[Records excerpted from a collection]
⟨

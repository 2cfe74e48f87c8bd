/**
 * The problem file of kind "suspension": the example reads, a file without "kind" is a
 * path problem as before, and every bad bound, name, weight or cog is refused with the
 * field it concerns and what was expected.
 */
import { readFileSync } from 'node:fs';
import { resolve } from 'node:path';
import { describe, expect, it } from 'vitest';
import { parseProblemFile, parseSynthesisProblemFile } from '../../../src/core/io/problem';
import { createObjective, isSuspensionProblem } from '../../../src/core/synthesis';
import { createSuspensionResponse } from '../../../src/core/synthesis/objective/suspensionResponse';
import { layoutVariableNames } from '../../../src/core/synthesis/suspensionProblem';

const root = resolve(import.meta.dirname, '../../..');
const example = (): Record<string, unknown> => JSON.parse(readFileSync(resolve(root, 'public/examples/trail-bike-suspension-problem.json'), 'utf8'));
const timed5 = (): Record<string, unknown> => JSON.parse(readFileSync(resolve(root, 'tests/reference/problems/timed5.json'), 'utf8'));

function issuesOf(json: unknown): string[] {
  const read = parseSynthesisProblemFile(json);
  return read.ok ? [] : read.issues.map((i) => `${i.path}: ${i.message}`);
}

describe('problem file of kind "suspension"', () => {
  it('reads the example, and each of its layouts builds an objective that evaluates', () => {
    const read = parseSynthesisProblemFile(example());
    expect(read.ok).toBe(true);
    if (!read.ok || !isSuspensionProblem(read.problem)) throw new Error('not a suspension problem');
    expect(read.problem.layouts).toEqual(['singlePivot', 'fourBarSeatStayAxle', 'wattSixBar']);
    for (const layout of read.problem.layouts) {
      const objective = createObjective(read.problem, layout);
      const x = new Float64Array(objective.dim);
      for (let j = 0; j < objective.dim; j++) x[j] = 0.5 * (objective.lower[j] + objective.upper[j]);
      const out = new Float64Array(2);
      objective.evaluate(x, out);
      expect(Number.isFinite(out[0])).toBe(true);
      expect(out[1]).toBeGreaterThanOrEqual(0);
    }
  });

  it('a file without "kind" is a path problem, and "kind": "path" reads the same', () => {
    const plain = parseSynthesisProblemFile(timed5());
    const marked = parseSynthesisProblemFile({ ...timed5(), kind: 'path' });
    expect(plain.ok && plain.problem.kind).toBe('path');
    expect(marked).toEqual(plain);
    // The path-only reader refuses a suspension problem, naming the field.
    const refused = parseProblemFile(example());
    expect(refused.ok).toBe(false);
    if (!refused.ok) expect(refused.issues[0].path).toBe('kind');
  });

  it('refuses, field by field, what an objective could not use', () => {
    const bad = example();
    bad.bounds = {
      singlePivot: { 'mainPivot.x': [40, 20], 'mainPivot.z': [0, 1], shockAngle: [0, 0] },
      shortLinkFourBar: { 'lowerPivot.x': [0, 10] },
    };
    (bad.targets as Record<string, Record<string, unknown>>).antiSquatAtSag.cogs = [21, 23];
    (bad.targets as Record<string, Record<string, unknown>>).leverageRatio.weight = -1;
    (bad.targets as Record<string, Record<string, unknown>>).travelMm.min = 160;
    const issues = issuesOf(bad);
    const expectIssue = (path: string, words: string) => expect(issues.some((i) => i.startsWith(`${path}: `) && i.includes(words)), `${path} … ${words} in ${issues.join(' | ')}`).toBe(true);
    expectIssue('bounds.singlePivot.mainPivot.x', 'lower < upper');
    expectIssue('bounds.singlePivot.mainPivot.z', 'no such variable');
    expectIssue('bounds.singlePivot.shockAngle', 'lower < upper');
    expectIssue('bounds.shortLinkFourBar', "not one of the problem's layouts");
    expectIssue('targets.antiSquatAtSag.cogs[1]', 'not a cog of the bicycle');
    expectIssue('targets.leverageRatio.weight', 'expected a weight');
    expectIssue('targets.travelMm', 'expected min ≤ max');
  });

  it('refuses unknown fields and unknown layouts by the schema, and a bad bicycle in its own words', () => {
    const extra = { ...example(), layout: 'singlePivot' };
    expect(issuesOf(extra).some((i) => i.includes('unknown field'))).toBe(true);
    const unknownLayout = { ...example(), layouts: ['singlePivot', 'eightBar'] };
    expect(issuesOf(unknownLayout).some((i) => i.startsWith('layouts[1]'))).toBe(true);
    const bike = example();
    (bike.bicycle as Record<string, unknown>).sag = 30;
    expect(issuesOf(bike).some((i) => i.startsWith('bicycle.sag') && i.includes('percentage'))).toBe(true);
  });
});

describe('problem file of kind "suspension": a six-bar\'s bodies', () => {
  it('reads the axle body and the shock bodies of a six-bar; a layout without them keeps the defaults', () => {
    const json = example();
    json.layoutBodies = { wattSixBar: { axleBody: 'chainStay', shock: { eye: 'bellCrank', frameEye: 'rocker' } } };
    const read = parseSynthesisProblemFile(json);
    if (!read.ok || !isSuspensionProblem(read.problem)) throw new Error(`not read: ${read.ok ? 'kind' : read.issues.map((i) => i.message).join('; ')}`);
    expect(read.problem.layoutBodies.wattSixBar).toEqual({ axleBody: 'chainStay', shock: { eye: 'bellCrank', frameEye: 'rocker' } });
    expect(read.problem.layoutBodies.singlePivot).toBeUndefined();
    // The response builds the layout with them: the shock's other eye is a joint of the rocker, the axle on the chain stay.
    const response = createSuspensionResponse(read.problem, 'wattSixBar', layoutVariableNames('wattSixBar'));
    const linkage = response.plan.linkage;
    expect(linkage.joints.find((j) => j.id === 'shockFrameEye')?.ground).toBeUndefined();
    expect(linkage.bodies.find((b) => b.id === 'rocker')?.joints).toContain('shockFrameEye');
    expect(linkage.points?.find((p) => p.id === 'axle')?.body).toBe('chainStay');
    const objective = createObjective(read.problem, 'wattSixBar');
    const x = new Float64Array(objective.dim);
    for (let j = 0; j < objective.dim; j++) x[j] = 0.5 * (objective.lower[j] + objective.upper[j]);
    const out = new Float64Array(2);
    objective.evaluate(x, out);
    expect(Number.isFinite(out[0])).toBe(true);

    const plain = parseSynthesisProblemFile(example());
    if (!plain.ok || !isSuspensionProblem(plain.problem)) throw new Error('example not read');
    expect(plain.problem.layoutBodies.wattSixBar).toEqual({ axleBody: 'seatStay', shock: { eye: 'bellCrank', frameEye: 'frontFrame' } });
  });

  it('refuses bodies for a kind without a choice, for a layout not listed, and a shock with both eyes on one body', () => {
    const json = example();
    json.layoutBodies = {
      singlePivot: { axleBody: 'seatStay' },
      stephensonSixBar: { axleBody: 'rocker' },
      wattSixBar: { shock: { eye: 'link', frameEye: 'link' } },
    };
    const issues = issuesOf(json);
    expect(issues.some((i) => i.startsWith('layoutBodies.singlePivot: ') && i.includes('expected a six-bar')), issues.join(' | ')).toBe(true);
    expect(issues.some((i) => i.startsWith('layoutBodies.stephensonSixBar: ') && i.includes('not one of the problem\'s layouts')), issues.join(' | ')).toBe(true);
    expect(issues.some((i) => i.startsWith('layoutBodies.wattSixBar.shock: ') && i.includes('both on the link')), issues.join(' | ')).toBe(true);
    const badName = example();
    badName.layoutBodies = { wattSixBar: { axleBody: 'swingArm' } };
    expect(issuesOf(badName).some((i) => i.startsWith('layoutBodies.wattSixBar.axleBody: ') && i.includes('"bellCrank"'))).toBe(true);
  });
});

⟩
⟨

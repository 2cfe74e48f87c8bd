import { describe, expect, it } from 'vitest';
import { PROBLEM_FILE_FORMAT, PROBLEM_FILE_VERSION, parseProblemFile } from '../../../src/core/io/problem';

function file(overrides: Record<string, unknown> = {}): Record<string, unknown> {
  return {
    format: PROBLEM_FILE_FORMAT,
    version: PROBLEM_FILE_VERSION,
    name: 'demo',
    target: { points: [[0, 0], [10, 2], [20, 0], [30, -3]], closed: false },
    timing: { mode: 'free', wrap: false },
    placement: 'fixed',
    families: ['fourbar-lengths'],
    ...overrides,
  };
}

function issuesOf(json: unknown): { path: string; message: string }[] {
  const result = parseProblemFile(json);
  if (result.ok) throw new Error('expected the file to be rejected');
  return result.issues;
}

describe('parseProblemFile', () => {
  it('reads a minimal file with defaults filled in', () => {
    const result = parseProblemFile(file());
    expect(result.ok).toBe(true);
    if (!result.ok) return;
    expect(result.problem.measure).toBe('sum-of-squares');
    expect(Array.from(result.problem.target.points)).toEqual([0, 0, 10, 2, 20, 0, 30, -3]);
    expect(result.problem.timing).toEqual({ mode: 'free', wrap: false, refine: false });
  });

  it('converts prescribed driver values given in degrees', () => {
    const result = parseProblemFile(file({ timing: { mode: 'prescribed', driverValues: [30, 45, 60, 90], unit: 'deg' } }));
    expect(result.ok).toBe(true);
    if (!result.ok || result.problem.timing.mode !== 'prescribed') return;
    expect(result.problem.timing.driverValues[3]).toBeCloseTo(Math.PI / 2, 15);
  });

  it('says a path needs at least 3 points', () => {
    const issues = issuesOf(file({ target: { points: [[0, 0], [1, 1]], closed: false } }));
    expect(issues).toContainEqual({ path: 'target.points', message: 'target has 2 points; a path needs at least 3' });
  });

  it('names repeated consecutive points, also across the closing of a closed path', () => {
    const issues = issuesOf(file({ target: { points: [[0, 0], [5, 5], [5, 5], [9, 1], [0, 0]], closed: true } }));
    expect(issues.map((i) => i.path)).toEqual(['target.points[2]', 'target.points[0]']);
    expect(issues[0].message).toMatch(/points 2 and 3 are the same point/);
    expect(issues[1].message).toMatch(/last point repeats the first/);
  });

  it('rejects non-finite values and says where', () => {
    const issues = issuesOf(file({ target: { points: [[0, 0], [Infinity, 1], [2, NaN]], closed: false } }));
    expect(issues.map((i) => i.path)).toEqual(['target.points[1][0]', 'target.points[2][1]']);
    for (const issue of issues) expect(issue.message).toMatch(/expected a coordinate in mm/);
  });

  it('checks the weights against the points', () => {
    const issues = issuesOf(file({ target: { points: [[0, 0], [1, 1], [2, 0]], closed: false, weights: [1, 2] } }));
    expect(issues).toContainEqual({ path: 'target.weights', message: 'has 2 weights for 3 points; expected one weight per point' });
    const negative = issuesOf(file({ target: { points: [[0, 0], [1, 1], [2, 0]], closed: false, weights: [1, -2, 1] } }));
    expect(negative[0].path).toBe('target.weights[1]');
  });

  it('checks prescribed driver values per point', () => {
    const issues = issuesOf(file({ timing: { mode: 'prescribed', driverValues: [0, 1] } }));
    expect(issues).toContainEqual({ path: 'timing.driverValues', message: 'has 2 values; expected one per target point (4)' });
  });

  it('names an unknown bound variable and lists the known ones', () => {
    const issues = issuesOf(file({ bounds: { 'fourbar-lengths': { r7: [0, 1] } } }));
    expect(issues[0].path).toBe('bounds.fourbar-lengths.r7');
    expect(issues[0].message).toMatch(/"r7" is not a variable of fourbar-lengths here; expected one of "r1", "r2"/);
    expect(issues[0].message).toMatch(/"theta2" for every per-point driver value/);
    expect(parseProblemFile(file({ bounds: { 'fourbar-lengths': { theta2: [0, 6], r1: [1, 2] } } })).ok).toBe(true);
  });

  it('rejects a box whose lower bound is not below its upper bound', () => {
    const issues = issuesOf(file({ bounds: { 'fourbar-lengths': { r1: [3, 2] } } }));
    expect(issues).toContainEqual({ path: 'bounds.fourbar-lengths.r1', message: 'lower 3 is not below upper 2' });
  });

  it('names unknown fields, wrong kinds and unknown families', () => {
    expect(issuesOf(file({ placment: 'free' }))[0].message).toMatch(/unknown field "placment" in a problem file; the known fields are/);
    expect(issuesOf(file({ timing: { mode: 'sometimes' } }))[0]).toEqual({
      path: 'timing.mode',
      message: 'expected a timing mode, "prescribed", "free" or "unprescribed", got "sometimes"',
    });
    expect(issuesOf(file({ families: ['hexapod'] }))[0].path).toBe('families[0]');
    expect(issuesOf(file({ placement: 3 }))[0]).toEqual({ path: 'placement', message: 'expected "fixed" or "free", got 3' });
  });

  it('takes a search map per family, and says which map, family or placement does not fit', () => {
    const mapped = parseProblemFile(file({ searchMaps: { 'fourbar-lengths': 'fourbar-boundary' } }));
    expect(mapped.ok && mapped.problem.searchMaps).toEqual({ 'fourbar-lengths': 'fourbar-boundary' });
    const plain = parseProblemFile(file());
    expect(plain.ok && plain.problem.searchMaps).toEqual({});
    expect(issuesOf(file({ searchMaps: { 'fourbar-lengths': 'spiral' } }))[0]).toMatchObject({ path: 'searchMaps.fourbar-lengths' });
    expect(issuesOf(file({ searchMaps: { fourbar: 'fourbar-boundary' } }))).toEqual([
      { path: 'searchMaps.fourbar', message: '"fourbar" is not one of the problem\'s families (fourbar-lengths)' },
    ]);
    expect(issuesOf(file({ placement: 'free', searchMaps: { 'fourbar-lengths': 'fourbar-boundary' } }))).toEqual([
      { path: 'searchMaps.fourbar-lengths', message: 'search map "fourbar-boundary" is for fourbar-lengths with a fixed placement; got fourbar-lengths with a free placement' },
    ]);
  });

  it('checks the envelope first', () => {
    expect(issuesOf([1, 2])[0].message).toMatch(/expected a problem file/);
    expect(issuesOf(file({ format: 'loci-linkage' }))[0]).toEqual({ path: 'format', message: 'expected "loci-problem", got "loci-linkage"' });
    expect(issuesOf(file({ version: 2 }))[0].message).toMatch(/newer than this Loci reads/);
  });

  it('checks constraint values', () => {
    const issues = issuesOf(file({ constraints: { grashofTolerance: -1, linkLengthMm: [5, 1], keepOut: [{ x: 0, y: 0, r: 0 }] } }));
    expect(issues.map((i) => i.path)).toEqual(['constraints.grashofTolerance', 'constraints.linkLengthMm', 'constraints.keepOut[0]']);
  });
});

⟩

## Your objective
Your answer should consist of the lines above that hold the word "readFileSync".

## The completed task
import { readFileSync } from 'node:fs';
const example = (): Record<string, unknown> => JSON.parse(readFileSync(resolve(root, 'public/examples/trail-bike-suspension-problem.json'), 'utf8'));
const timed5 = (): Record<string, unknown> => JSON.parse(readFileSync(resolve(root, 'tests/reference/problems/timed5.json'), 'utf8'));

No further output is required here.